Indiana, Bastian of Liberalism

It’s nice to be back in (comparatively) liberal Indiana. Yes, you read that right. Let me explain. For the last seventeen years, my husband and I have vacationed each July on a beach in South Carolina. The part of the state we visit is filled with tourists from elsewhere, so we rarely get a true taste of…

 

It’s nice to be back in (comparatively) liberal Indiana.

Yes, you read that right. Let me explain. For the last seventeen years, my husband and I have vacationed each July on a beach in South Carolina. The part of the state we visit is filled with tourists from elsewhere, so we rarely get a true taste of South Carolinian political sentiment; the closest we get is the local papers, and those tend to be better than our local papers when it comes to civil liberties.

This time, my publisher had arranged for me to be a guest on a radio talk show in Charleston. So on a sunny Thursday morning, we drove to Charleston and I was greeted by a pleasant host with a resonant voice and a large listening audience. It became clear very quickly that it was the title of my book, "What’s a Nice Republican Girl Like Me Doing At the ACLU," that had piqued his interest, and that of his listeners: in South Carolina, "Civil Liberties" are apparently fighting words.

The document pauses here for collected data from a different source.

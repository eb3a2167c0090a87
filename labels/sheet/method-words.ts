import type { MeasureSystem } from "@/lib/core/measure/format";
import type { Length } from "@/lib/core/measure/length";
import type { Blank } from "@/lib/core/piece/strip-plan";
import type { CutMethod, CutPiece, CutSize } from "@/lib/core/piece/cut-piece";
import { exactLength, rulerFigure, rulerLength, soldLength } from "../press/lengths";

/** "12 squares, 3 1/2 in": so many of the rectangles that a piece comes out of. */
export function blankWords(piece: CutPiece, blank: Blank, count: number, usableWidth: Length, measure: MeasureSystem): string {
  const { method } = piece;
  const many = count === 1 ? "" : "s";
  switch (method.kind) {
    case "square":
      return `${count} square${many}, ${rulerLength(method.side.ruler, measure)}`;
    case "half-square":
    case "quarter-square":
      return `${count} square${many}, ${rulerLength(method.square.ruler, measure)}`;
    case "rectangle":
    case "half-rectangle":
      return `${count} rectangle${many}, ${pairWords(method.along, method.across, measure)}`;
    case "template":
      return `${count} template${many}, out of ${pairWords(method.along, method.across, measure)}`;
    case "angled-strip":
      return `${count} ${count === 1 ? "piece" : "pieces"}, ${rulerLength(method.pitch.ruler, measure)} apart at ${degrees(method.angleDegrees)}`;
    case "long-strip":
      return count === 1 && blank.across >= usableWidth ? "the whole strip" : `${count} length${many}, ${rulerLength(blank.across, measure)}`;
  }
}

/** What is done to each rectangle after it is cut; empty where nothing is. */
export function afterCutting(piece: CutPiece): string {
  switch (piece.method.kind) {
    case "half-square":
      return "cut once, corner to corner";
    case "quarter-square":
      return "cut twice, corner to corner";
    case "half-rectangle":
      return piece.letter.endsWith("r") ? "cut once, corner to corner, the other way" : "cut once, corner to corner";
    default:
      return "";
  }
}

/** The piece in one sentence, ruler size first: "square 3 7/8 in, cut once, corner to corner". */
export function methodSentence(piece: CutPiece, measure: MeasureSystem): string {
  const { method } = piece;
  const after = afterCutting(piece);
  const tail = after ? `, ${after}` : "";
  switch (method.kind) {
    case "square":
      return `Square ${rulerLength(method.side.ruler, measure)}`;
    case "half-square":
    case "quarter-square":
      return `Square ${rulerLength(method.square.ruler, measure)}${tail}`;
    case "rectangle":
    case "half-rectangle":
      return `Rectangle ${pairWords(method.along, method.across, measure)}${tail}`;
    case "template":
      return `By the template, out of ${pairWords(method.along, method.across, measure)}`;
    case "angled-strip":
      return `Strip ${rulerLength(method.strip.ruler, measure)}, cut at ${degrees(method.angleDegrees)} every ${rulerLength(method.pitch.ruler, measure)}`;
    case "long-strip":
      return `Strips ${rulerLength(method.width.ruler, measure)} wide, ${soldLength(method.needed, measure)} in all, joined ${method.join === "bias" ? "on the bias" : "straight"}`;
  }
}

/** "exact 3.854 in", or empty where the ruler's size is the exact one. */
export function exactWords(piece: CutPiece, measure: MeasureSystem): string {
  const off = sizesOf(piece.method).filter((size) => Math.abs(size.exact - size.ruler) > 0.5);
  if (!off.length) return "";
  return `exact ${off.map((size) => exactLength(size.exact, measure)).join(" and ")}`;
}

function sizesOf(method: CutMethod): readonly CutSize[] {
  switch (method.kind) {
    case "square":
      return [method.side];
    case "half-square":
    case "quarter-square":
      return [method.square];
    case "rectangle":
    case "half-rectangle":
    case "template":
      return [method.along, method.across];
    case "angled-strip":
      return [method.strip, method.pitch];
    case "long-strip":
      return [method.width];
  }
}

function pairWords(along: CutSize, across: CutSize, measure: MeasureSystem): string {
  return `${rulerFigure(along.ruler, measure)} \u00d7 ${rulerLength(across.ruler, measure)}`;
}

function degrees(angle: number): string {
  return `${Number(angle.toFixed(2))} degrees`;
}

I had originally been scheduled for a half-hour; when I left after an hour and a half, the lines were still full of waiting callers. Most wanted to tell me about the myriad errors of my ways–God wants us to pray in the schools, God doesn’t want homosexuals to have civil rights, God wants abortion illegal and the death penalty enforced. God wants the ACLU crushed.

Particular ire was reserved for the issue of the Ten Commandments, which most callers felt should be posted not only in the Alabama courtroom where they have generated a national controversy, but in every public school classroom. (A member of the South Carolina state Board of Education recently opined that, if Hindu or Muslim students didn’t like this state endorsement of the Judeo-Christian tradition, "Screw them." An unChristian sentiment if I ever heard one, but one with which the majority of callers clearly agreed.)

In numerous guest appearances on Indiana call-in shows, I have never had so steady a stream of callers purporting to speak for God.

It is very difficult to have a rational conversation with people who are convinced that they know –clearly and unambiguously–what God wants. That is why issues of church and state seem so intractable, why some of the ugliest letters to the editor are filled with quotes from Scripture. I leave to the mental health professionals the analysis of these rigid and punative personalities– I have enough trouble dealing with the constitutional consequences of these attitudes.

In fact, two upcoming elements of the ICLU’s program year are devoted to a consideration of precisely this phenomenon. As I write this, our most recent issue of Common Ground is at the printer. Entitled Piety and Politics, it is an examination of the history and purpose of the doctrine of separation of church and state. And in October, a conference jointly sponsored by the Gay and Lesbian Rights Task Force and the Task Force on Religion and the Constitution will consider Church, State and Sexuality.

The issue is not one of belief. If, for example, your religion condemns homosexuality, you are entitled to agree, to preach that doctrine, to avoid people you believe to be gay. What you are not entitled to do, however, is legislate based upon that belief, and thereby disenfranchise people who do not share your theology. In a free country, in a system that separates church from state, the civil authority simply may not enact the religious dogma of some into laws that affect us all. The state may not disadvantage some people based upon the prejudices or beliefs of others, no matter how sincerely held those beliefs may be.

In Indiana, as inhospitable as public opinion can sometimes be on these issues, there is a pragmatic appreciation of that central libertarian philosophy–a willingness to live and let live. In other parts of the country, obviously, even that grudging acknowledgement of others’ humanity is a rarer commodity.